There's an excellent free Android app called FuelLog - Car Management that I use. You enter your fill up details and it has a Stats screen with all sorts of information such as costs per mile, best, worst and average fuel consumption and loads of other info.

It's surprising how mpg varies between fill ups and it definitely doesn't tie up with the dash computer which is usually very optimistic.


----------



## Westkirby01 (Jan 25, 2009)

I have kept a record of every fill, location and amount since 1980. This is in a written form. I transfer the information to a spreadsheet which I built. It displays all the above and also average consumption, price per gallon and a total expenditure and total mileage for each vehicle, 8 up to now.

Automatic conversion from gallons to litres. We were gallons in the 1980's. I still read the cost as per gallon. 
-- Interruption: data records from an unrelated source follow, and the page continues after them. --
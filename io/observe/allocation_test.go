package observe

import (
	"math"
	"runtime"
	"runtime/debug"
	"runtime/metrics"
	"slices"
	"strings"
	"testing"
	"time"
)

// mostHeld returns the most bytes on the heap while f runs, beyond those before. Garbage counts until it is collected,
// which is every few megabytes: the ballast keeps the collector from running all the time.
func mostHeld(f func()) float64 {
	defer debug.SetGCPercent(debug.SetGCPercent(10))
	ballast := make([]byte, 16<<20)
	defer runtime.KeepAlive(ballast)
	runtime.GC()
	before, done := heap(), make(chan struct{})
	most := make(chan float64)
	go func() {
		peak := before
		for {
			select {
			case <-done:
				most <- max(peak, heap())
				return
			default:
				peak = max(peak, heap())
				time.Sleep(50 * time.Microsecond)
			}
		}
	}()
	f()
	close(done)
	return <-most - before
}

// heap returns the bytes of objects on the heap that are in use or not yet collected.
func heap() float64 {
	sample := []metrics.Sample{{Name: "/memory/classes/heap/objects:bytes"}}
	metrics.Read(sample)
	return float64(sample[0].Value.Uint64())
}

// No file of a megabyte takes more than 64 times its size, however it is made up.
func TestAllocationIsBounded(t *testing.T) {
	const size = 1 << 20
	fill := func(start, with string) string { return start + strings.Repeat(with, (size-len(start))/len(with)) }
	table := func(start, with string) string { return fill(start, with)[:size/2] }
	var names strings.Builder
	for i := 0; names.Len() < size; i++ {
		names.WriteString("\u00e9" + string(rune('a'+i%26)) + string(rune('a'+i/26%26)) + string(rune('a'+i/676%26)) + string(rune('a'+i/17576)) + ",")
	}
	files := map[string]string{
		"commas": fill("", ","), "commas below a header": fill("x,y,z\n", ","), "quotes": fill("", `"`),
		"quotes below a header": fill("x,y,z\n1,2,", `"`), "quoted quotes": fill("x,y,z\n1,2,\"", `""`),
		"newlines": fill("", "\n"), "newlines below a header": fill("x,y,z\n1,2,3\n", "\n"), "returns": fill("", "\r"),
		"one line of digits": fill("", "7"), "one line of names": fill("", "name "), "names": names.String(),
		"one value": fill("x,y,z\n1,2,", "3"), "groups": fill("x;y;z\n1;2;1", ",000"), "groups of points": fill("x;y;z\n1;2;1", ".000"),
		"short rows":     table("x,y,z\n", "1,2,3\n"),
		"rows set aside": table("x,y,z\n", "1,2,\n"),
		"one column":     table("x\n", "1\n"),
		"levels":         table("x,y,z,k\n", "1,2,3,a\n1,2,3,b\n"), "decimal commas": table("x;y;z\n", "1;2;3,5\n"), "below a limit": table("x,y,z\n", "1,2,<3\n"),
		"windows letters": table("x,y,z\n", "1,2,\xe9\n"), "windows header": fill("", "\x80,"), "utf-16": fill("\xff\xfe", ",\x00"), "utf-16 units": fill("\xff\xfe", "\xff\xff"),
		"tabs": fill("x\ty\tz\n", "\t"), "zeros": fill("x,y,z\n", "\x00"),
	}
	limits := Format{DecimalComma: true, BelowLimit: HalfLimit, Missing: []string{"-9"}}
	formats := map[string]Format{"groups": limits, "groups of points": limits, "below a limit": {BelowLimit: AsideLimit}, "tabs": {Separator: '\t'}}
	for name, text := range files {
		want := Request{Response: "z", Kind: Measure, Format: formats[name]}
		for way, read := range map[string]func(){
			"Read": func() { _, _ = Read(strings.NewReader(text), "wells.csv", want) },
			"ReadPart": func() {
				if shared, err := WholeAs(strings.NewReader(text), "wells.csv", want.Format); err == nil {
					_, _ = ReadPart(shared.All(), want)
				}
			},
		} {
			checkHeld(t, name+", "+way, len(text), read)
		}
	}
}

// checkHeld demands that reading a text takes 64 times its size at most.
func checkHeld(t *testing.T, name string, size int, read func()) {
	t.Helper()
	times := math.Inf(1)
	for range 3 { // a machine under load is late to collect garbage
		if times > 64 {
			times = min(times, mostHeld(read)/float64(size))
		}
	}
	if t.Logf("%s: %.0f times the size of the text", name, times); times > 64 {
		t.Errorf("%s: %.0f times the size of the text", name, times)
	}
}

// A table of plain numbers takes twice the memory of what is kept of it at most, while it is read.
func TestReadingTakesTwiceTheNumbers(t *testing.T) {
	const rows = 300_000
	text := "x,y,z,d,e\n" + strings.Repeat("180012.25,330071.5,17.125,3.0625,1000.5\n", rows)
	want := Request{Response: "z", Kind: Measure, Linear: []string{"d", "e"}}
	const kept = rows * (3*8 + 2*4 + 2*16) // three columns, line and row, and a place behind an interface
	times := math.Inf(1)
	for range 3 { // a machine under load is late to collect garbage
		if times > 2 {
			times = min(times, mostHeld(func() {
				if table, err := read(text, want); err != nil || table.Len() != rows {
					t.Fatal(err)
				}
			})/kept)
		}
	}
	if t.Logf("%.2f times", times); times > 2 {
		t.Errorf("reading takes %.2f times the memory of what is kept", times)
	}
}

// A pile gives back what was put into it.
func TestPile(t *testing.T) {
	for _, n := range []int{0, 1, 16, 17, largestPiece, 3*largestPiece + 5} {
		var p pile[int]
		var want []int
		for i := range n {
			p.add(i)
			want = append(want, i)
		}
		if got := p.join(); !slices.Equal(got, want) || (got == nil) != (n == 0) || p.join() != nil {
			t.Errorf("%d values come back as %d", n, len(got))
		}
	}
}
Great for remembering holidays. It has the same details as the one tonyt has offered for download. Mine has the addition of location.

Use Tonyt's programme.

Regards


----------



## allan01273 (May 23, 2007)

Thank you for more interesting ideas. 
The Android one looks quite basic. I want automatic conversions when using euro or gbp and ability to enter total cost or per litre. Not to have to decide which before I use it.
The other MPG Master, is a spreadsheet with the function values already entered. Lots of hatches and #DIV/0 everywhere, and an immediate showing of a minus value when I entered my starting odometer.
What I had before, on my previous laptop was a professional programme.
I am sure others are happy with these as they are quite useable , but there may be some other suggestions. 
Allan

Funny - why didn't the spellcheck like "euro"?


----------



## oldun (Nov 10, 2005)

wakk44 said:


> I just use the calculator on the netbook,I have a litres/gallons converter and then simply divide the miles travelled by gallons used.This is using the brim to brim method and zeroing the tripmeter when the tank is full.
> 
> I have heard different reports on the accuracy of the on board trip computer,the one in my car is fairly accurate to within + or - 1 mpg,but the only accurate way is the brim to brim method.


The brim to brim method is not very accurate as you cannot be sure whether you have put any fuel into the expansion tank.

The only reasonably accurate method is to record the fuel consumption over a long period.

I use an excel spreadsheet which gives me the overall mpg and the brim to brim mpg. The brim to brim varies from fill to fill but the overall mpg remains almost constant.


----------



## teemyob (Nov 22, 2005)

*Fuelly*

http://www.fuelly.com/dashboard/

Works for me


----------